Task brief - Could you restate the entries below word for word?

Extracted records:
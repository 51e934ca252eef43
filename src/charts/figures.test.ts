import { expect, it, describe } from 'vitest';
import type { Distribution } from '@/engine/ensemble.ts';
import { barsOf, distributionOption, distributionTable, wilsonInterval } from './distribution-option.ts';
import { meansOption, meansTable } from './means-option.ts';
import { darkTheme, lightTheme } from './palette.ts';
import { renderSvg } from './render-svg.ts';
import { timeCourseOption, timeCourseTable, type TimeCourse } from './time-course-option.ts';
import { tracesOption, tracesTable } from './traces-option.ts';

const size = { widthPx: 640, heightPx: 320 };
const times = Array.from({ length: 13 }, (_, index) => index * 4);
/** Immigration-death from 0 with mean 60 (1 − e^(−t/10)): mean = variance (Poisson law, from memory). */
const mean = times.map((time) => 60 * (1 - Math.exp(-time / 10)));
const around = (reach: number) => mean.map((value) => Math.max(0, Math.round(value + reach * Math.sqrt(value))));
const observable = {
  id: 'A',
  name: 'Repressor A',
  mean,
  sd: mean.map(Math.sqrt),
  meanStandardError: mean.map((value) => Math.sqrt(value / 400)),
  sdStandardError: mean.map((value) => Math.sqrt(value / 800)),
  quantiles: {
    '0.05': around(-1.64),
    '0.25': around(-0.67),
    '0.5': around(0),
    '0.75': around(0.67),
    '0.95': around(1.64),
  },
};
const trace = (replicate: number) => ({
  replicate,
  values: mean.map((value, index) => Math.max(0, Math.round(value + ((index * (replicate + 3)) % 7) - 3))),
});
const course: TimeCourse = {
  times,
  timeUnit: 'h',
  observable,
  replicates: 400,
  fan: true,
  traces: [trace(0), trace(1)],
};
const distribution: Distribution = { values: [4, 5, 6, 8], widths: [1, 1, 1, 1], counts: [10, 40, 30, 20] };
const atTime = { title: 'Repressor A', time: 48, timeUnit: 'h', distribution, mean: 5.7 };

/** Ids that the renderer numbers through the life of the process. */
const stable = (svg: string): string => svg.replaceAll(/zr\d+-c/g, 'zr-c').replaceAll(/zr\d+/g, 'zr');
/** Labels are functions in the option; the picture is what is compared. */
const pictureOf = (option: Parameters<typeof renderSvg>[0], theme = lightTheme): string =>
  stable(renderSvg(option, { ...size, theme })).replaceAll('><', '>\n<');

describe('the time course', () => {
  it('looks as it did, light', async () => {
    await expect(pictureOf(timeCourseOption(course, lightTheme))).toMatchFileSnapshot(
      'snapshots/time-course-light.svg',
    );
  });
  it('looks as it did, dark and without the fan', async () => {
    const option = timeCourseOption({ ...course, fan: false, traces: [] }, darkTheme);
    await expect(pictureOf(option, darkTheme)).toMatchFileSnapshot('snapshots/time-course-dark.svg');
  });
  it('draws the mean field dashed and names it, in the picture and in the table', async () => {
    const withCurve = { ...course, traces: [], meanField: mean.map((value) => value * 1.1) };
    const svg = pictureOf(timeCourseOption(withCurve, lightTheme));
    await expect(svg).toMatchFileSnapshot('snapshots/time-course-mean-field.svg');
    expect(svg).toContain('rate equation');
    const { columns, rows } = timeCourseTable(withCurve);
    expect(rows[12]![columns.indexOf('rate equation')]).toBeCloseTo(mean[12]! * 1.1, 12);
  });
  it('moves labels apart that would cover each other', () => {
    const same = { ...observable, quantiles: { ...observable.quantiles, '0.75': mean } };
    const svg = pictureOf(timeCourseOption({ ...course, observable: same, meanField: mean }, lightTheme));
    const placed = ['mean ± SE', '25–75 %', 'rate equation'].map((words) =>
      Number(new RegExp(`translate\\(\\S+ (\\S+)\\)"[^>]*>${words}<`).exec(svg)![1]),
    );
    placed.sort((a, b) => a - b);
    expect(placed[1]! - placed[0]!).toBeGreaterThanOrEqual(12);
    expect(placed[2]! - placed[1]!).toBeGreaterThanOrEqual(12);
  });
  it('names both axes with their units and every band beside it', () => {
    const svg = pictureOf(timeCourseOption(course, lightTheme));
    for (const words of ['time, h', 'Repressor A, count', 'mean ± SE', '5–95 %', '25–75 %'])
      expect(svg).toContain(words);
  });
  it('gives every number it draws to its table', () => {
    const table = timeCourseTable(course);
    expect(table.rows).toHaveLength(times.length);
    expect(table.columns).toHaveLength(table.rows[0]!.length);
    expect(table.rows[12]![1]).toBe(mean[12]);
  });
});

it('several means are told apart by dashes as well as by colour', async () => {
  const observables = ['A', 'B', 'C'].map((id, index) => ({
    ...observable,
    id,
    name: undefined,
    mean: mean.map((value) => value / (index + 1)),
  }));
  const means = { times, timeUnit: 'h', observables, replicates: 400 };
  const svg = pictureOf(meansOption(means, lightTheme));
  await expect(svg).toMatchFileSnapshot('snapshots/means-light.svg');
  expect(svg).toContain('stroke-dasharray');
  expect(meansTable(means).columns).toHaveLength(7);
});

describe('the distribution', () => {
  it('looks as it did', async () => {
    await expect(pictureOf(distributionOption(atTime, lightTheme))).toMatchFileSnapshot(
      'snapshots/distribution-light.svg',
    );
  });
  it('joins neighbours when there are more counts than can be seen apart, losing none', () => {
    const values = Array.from({ length: 1_000 }, (_, index) => index);
    const bars = barsOf({ values, widths: values.map(() => 1), counts: values.map((value) => value % 3) });
    expect(bars.length).toBeLessThanOrEqual(160);
    expect(bars.reduce((sum, { count }) => sum + count, 0)).toBe(values.reduce((sum, value) => sum + (value % 3), 0));
  });
  it('states Wilson intervals (Wilson 1927; 10 of 100 gives 0.0552 to 0.1744, from memory, recomputed)', () => {
    const [low, high] = wilsonInterval(10, 100);
    expect(low).toBeCloseTo(0.0552, 4);
    expect(high).toBeCloseTo(0.1744, 4);
    expect(wilsonInterval(0, 50)[0]).toBe(0);
    expect(wilsonInterval(50, 50)[1]).toBe(1);
  });
  it('has probabilities in its table that add to one', () => {
    const { rows } = distributionTable(atTime);
    expect(rows.reduce((sum, row) => sum + Number(row[3]), 0)).toBeCloseTo(1, 12);
  });
  it('draws an empty distribution as an empty frame', () => {
    const empty = { ...atTime, distribution: { values: [], widths: [], counts: [] }, mean: undefined };
    expect(pictureOf(distributionOption(empty, lightTheme))).toContain('probability');
  });
});

it('sample traces are staircases with the picked one named', async () => {
  const figure = { title: 'Repressor A', times, timeUnit: undefined, traces: [trace(0), trace(4)], highlighted: 4 };
  const svg = pictureOf(tracesOption(figure, lightTheme));
  await expect(svg).toMatchFileSnapshot('snapshots/traces-light.svg');
  expect(svg).toContain('replicate 4');
  expect(tracesTable(figure).rows[0]).toHaveLength(3);
});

Final answer -
repository 51e934ca252eef43
filename src/charts/figures.test.ts
import { expect, it, describe } from 'vitest';
import type { Distribution } from '@/engine/ensemble.ts';
import { barsOf, distributionOption, distributionTable, wilsonInterval } from './distribution-option.ts';
import { meansOption, meansTable } from './means-option.ts';
import { darkTheme, lightTheme } from './palette.ts';
import { renderSvg } from './render-svg.ts';
import { timeCourseOption, timeCourseTable, type TimeCourse } from './time-course-option.ts';
import { tracesOption, tracesTable } from './traces-option.ts';

const size = { widthPx: 640, heightPx: 320 };
const times = Array.from({ length: 13 }, (_, index) => index * 4);
/** Immigration-death from 0 with mean 60 (1 − e^(−t/10)): mean = variance (Poisson law, from memory). */
const mean = times.map((time) => 60 * (1 - Math.exp(-time / 10)));
const around = (reach: number) => mean.map((value) => Math.max(0, Math.round(value + reach * Math.sqrt(value))));
const observable = {
  id: 'A',
  name: 'Repressor A',
  mean,
  sd: mean.map(Math.sqrt),
  meanStandardError: mean.map((value) => Math.sqrt(value / 400)),
  sdStandardError: mean.map((value) => Math.sqrt(value / 800)),
  quantiles: {
    '0.05': around(-1.64),
    '0.25': around(-0.67),
    '0.5': around(0),
    '0.75': around(0.67),
    '0.95': around(1.64),
  },
};
const trace = (replicate: number) => ({
  replicate,
  values: mean.map((value, index) => Math.max(0, Math.round(value + ((index * (replicate + 3)) % 7) - 3))),
});
const course: TimeCourse = {
  times,
  timeUnit: 'h',
  observable,
  replicates: 400,
  fan: true,
  traces: [trace(0), trace(1)],
};
const distribution: Distribution = { values: [4, 5, 6, 8], widths: [1, 1, 1, 1], counts: [10, 40, 30, 20] };
const atTime = { title: 'Repressor A', time: 48, timeUnit: 'h', distribution, mean: 5.7 };

/** Ids that the renderer numbers through the life of the process. */
const stable = (svg: string): string => svg.replaceAll(/zr\d+-c/g, 'zr-c').replaceAll(/zr\d+/g, 'zr');
/** Labels are functions in the option; the picture is what is compared. */
const pictureOf = (option: Parameters<typeof renderSvg>[0], theme = lightTheme): string =>
  stable(renderSvg(option, { ...size, theme })).replaceAll('><', '>\n<');

describe('the time course', () => {
  it('looks as it did, light', async () => {
    await expect(pictureOf(timeCourseOption(course, lightTheme))).toMatchFileSnapshot(
      'snapshots/time-course-light.svg',
    );
  });
  it('looks as it did, dark and without the fan', async () => {
    const option = timeCourseOption({ ...course, fan: false, traces: [] }, darkTheme);
    await expect(pictureOf(option, darkTheme)).toMatchFileSnapshot('snapshots/time-course-dark.svg');
  });
  it('draws the mean field dashed and names it, in the picture and in the table', async () => {
    const withCurve = { ...course, traces: [], meanField: mean.map((value) => value * 1.1) };
    const svg = pictureOf(timeCourseOption(withCurve, lightTheme));
    await expect(svg).toMatchFileSnapshot('snapshots/time-course-mean-field.svg');
    expect(svg).toContain('rate equation');
    const { columns, rows } = timeCourseTable(withCurve);
    expect(rows[12]![columns.indexOf('rate equation')]).toBeCloseTo(mean[12]! * 1.1, 12);
  });
  it('moves labels apart that would cover each other', () => {
    const same = { ...observable, quantiles: { ...observable.quantiles, '0.75': mean } };
    const svg = pictureOf(timeCourseOption({ ...course, observable: same, meanField: mean }, lightTheme));
    const placed = ['mean ± SE', '25–75 %', 'rate equation'].map((words) =>
      Number(new RegExp(`translate\\(\\S+ (\\S+)\\)"[^>]*>${words}<`).exec(svg)![1]),
    );
    placed.sort((a, b) => a - b);
    expect(placed[1]! - placed[0]!).toBeGreaterThanOrEqual(12);
    expect(placed[2]! - placed[1]!).toBeGreaterThanOrEqual(12);
  });
  it('names both axes with their units and every band beside it', () => {
    const svg = pictureOf(timeCourseOption(course, lightTheme));
    for (const words of ['time, h', 'Repressor A, count', 'mean ± SE', '5–95 %', '25–75 %'])
      expect(svg).toContain(words);
  });
  it('gives every number it draws to its table', () => {
    const table = timeCourseTable(course);
    expect(table.rows).toHaveLength(times.length);
    expect(table.columns).toHaveLength(table.rows[0]!.length);
    expect(table.rows[12]![1]).toBe(mean[12]);
  });
});

it('several means are told apart by dashes as well as by colour', async () => {
  const observables = ['A', 'B', 'C'].map((id, index) => ({
    ...observable,
    id,
    name: undefined,
    mean: mean.map((value) => value / (index + 1)),
  }));
  const means = { times, timeUnit: 'h', observables, replicates: 400 };
  const svg = pictureOf(meansOption(means, lightTheme));
  await expect(svg).toMatchFileSnapshot('snapshots/means-light.svg');
  expect(svg).toContain('stroke-dasharray');
  expect(meansTable(means).columns).toHaveLength(7);
});

describe('the distribution', () => {
  it('looks as it did', async () => {
    await expect(pictureOf(distributionOption(atTime, lightTheme))).toMatchFileSnapshot(
      'snapshots/distribution-light.svg',
    );
  });
  it('joins neighbours when there are more counts than can be seen apart, losing none', () => {
    const values = Array.from({ length: 1_000 }, (_, index) => index);
    const bars = barsOf({ values, widths: values.map(() => 1), counts: values.map((value) => value % 3) });
    expect(bars.length).toBeLessThanOrEqual(160);
    expect(bars.reduce((sum, { count }) => sum + count, 0)).toBe(values.reduce((sum, value) => sum + (value % 3), 0));
  });
  it('states Wilson intervals (Wilson 1927; 10 of 100 gives 0.0552 to 0.1744, from memory, recomputed)', () => {
    const [low, high] = wilsonInterval(10, 100);
    expect(low).toBeCloseTo(0.0552, 4);
    expect(high).toBeCloseTo(0.1744, 4);
    expect(wilsonInterval(0, 50)[0]).toBe(0);
    expect(wilsonInterval(50, 50)[1]).toBe(1);
  });
  it('has probabilities in its table that add to one', () => {
    const { rows } = distributionTable(atTime);
    expect(rows.reduce((sum, row) => sum + Number(row[3]), 0)).toBeCloseTo(1, 12);
  });
  it('draws an empty distribution as an empty frame', () => {
    const empty = { ...atTime, distribution: { values: [], widths: [], counts: [] }, mean: undefined };
    expect(pictureOf(distributionOption(empty, lightTheme))).toContain('probability');
  });
});

it('sample traces are staircases with the picked one named', async () => {
  const figure = { title: 'Repressor A', times, timeUnit: undefined, traces: [trace(0), trace(4)], highlighted: 4 };
  const svg = pictureOf(tracesOption(figure, lightTheme));
  await expect(svg).toMatchFileSnapshot('snapshots/traces-light.svg');
  expect(svg).toContain('replicate 4');
  expect(tracesTable(figure).rows[0]).toHaveLength(3);
});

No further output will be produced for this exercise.